● ASSIGNED TASK: Only the number is needed: count the lines below that hold the string "markup".

[Collected data]
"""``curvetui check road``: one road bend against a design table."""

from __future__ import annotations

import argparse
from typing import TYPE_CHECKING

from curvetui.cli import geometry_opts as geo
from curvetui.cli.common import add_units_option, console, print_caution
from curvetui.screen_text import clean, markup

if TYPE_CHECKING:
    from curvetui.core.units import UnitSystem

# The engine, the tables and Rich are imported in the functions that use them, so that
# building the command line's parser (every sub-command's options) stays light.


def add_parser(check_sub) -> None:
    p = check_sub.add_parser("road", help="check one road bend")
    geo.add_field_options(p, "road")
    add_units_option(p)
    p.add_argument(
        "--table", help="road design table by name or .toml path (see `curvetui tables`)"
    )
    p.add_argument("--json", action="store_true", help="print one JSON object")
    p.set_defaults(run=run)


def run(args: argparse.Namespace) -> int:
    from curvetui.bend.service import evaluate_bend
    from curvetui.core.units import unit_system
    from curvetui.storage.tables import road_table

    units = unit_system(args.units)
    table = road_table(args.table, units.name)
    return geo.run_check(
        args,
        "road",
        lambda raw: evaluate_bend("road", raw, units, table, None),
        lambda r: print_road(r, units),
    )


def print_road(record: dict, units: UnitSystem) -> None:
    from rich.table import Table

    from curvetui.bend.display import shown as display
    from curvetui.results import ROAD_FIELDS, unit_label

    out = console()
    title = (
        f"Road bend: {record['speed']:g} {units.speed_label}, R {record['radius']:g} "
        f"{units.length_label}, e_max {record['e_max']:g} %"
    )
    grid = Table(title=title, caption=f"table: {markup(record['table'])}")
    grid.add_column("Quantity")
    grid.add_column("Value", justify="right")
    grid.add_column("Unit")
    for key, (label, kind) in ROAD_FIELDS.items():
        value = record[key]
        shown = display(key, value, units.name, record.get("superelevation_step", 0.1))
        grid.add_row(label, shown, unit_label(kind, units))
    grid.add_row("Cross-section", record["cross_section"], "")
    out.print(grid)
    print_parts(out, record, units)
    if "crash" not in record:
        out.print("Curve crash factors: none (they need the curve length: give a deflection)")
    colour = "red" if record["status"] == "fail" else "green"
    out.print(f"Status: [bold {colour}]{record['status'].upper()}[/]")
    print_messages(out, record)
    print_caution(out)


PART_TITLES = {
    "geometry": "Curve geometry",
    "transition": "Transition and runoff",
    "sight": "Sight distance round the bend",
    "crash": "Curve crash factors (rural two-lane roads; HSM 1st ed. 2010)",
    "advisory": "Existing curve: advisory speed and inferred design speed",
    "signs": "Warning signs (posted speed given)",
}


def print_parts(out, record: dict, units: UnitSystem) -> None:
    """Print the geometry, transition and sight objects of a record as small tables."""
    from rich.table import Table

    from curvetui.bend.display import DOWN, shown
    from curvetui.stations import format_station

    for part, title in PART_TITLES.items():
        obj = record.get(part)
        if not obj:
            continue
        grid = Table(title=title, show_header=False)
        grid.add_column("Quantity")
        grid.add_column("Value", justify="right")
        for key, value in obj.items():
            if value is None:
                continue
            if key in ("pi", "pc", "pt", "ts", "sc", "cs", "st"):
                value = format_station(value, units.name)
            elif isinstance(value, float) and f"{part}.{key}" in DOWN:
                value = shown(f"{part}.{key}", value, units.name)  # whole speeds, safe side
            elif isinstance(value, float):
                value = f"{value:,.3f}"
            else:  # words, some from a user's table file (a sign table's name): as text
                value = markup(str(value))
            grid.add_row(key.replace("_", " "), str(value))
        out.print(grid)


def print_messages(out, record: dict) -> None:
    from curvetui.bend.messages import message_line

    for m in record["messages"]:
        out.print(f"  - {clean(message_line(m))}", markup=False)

---

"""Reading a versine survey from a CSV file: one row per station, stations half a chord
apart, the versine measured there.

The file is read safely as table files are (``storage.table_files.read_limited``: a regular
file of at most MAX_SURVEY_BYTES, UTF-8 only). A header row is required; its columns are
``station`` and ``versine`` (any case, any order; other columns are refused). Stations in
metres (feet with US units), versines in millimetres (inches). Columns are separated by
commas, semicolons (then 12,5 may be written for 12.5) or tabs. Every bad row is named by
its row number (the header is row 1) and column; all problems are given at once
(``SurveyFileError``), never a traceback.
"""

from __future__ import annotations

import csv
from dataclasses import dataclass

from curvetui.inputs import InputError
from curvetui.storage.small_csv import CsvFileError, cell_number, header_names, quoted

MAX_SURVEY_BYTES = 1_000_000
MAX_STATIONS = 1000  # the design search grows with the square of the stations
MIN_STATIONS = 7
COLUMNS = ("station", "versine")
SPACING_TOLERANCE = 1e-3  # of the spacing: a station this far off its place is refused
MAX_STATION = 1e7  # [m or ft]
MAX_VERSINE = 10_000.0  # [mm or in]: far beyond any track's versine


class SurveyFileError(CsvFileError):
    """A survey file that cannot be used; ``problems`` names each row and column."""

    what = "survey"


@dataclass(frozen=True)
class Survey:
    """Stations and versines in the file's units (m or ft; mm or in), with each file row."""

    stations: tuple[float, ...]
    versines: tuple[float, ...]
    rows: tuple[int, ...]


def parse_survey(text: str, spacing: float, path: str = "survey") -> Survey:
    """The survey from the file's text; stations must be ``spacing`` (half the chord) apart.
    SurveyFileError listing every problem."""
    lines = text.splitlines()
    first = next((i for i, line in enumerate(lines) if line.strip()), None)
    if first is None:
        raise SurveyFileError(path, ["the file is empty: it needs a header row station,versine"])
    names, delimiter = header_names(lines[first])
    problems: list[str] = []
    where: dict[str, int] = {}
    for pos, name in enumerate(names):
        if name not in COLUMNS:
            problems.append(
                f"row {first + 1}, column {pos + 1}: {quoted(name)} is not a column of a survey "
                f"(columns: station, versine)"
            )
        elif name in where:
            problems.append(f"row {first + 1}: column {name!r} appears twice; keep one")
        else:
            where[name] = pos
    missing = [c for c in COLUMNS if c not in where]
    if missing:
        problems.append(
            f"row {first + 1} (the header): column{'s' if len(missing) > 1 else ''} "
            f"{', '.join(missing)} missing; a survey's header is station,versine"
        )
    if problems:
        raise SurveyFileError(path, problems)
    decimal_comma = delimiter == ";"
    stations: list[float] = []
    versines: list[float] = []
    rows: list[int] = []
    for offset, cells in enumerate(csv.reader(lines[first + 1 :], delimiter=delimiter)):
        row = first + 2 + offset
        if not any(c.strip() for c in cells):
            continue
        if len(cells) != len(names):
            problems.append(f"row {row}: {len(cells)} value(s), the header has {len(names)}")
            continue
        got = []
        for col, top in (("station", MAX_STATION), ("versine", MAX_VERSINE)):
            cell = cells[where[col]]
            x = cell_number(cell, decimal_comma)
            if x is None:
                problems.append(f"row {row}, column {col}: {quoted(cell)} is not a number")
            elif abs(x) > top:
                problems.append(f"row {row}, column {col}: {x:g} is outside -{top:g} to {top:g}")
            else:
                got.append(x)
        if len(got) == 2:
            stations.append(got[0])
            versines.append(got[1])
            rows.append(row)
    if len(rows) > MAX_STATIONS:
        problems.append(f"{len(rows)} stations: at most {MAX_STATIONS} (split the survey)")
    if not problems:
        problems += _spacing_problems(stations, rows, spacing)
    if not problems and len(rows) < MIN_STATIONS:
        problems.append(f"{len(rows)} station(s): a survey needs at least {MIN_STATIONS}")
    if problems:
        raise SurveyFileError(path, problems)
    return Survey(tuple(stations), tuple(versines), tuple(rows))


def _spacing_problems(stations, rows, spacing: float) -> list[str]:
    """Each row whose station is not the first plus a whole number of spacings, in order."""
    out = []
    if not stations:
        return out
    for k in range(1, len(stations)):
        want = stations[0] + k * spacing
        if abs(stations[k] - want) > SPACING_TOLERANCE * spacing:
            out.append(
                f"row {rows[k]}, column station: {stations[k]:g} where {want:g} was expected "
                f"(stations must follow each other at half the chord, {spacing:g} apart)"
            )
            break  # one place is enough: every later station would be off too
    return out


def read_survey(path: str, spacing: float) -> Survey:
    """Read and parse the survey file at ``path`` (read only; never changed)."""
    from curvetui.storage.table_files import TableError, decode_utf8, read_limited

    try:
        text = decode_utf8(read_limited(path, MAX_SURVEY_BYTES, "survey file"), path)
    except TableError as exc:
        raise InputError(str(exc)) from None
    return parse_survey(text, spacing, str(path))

● WRITTEN REPLY: 4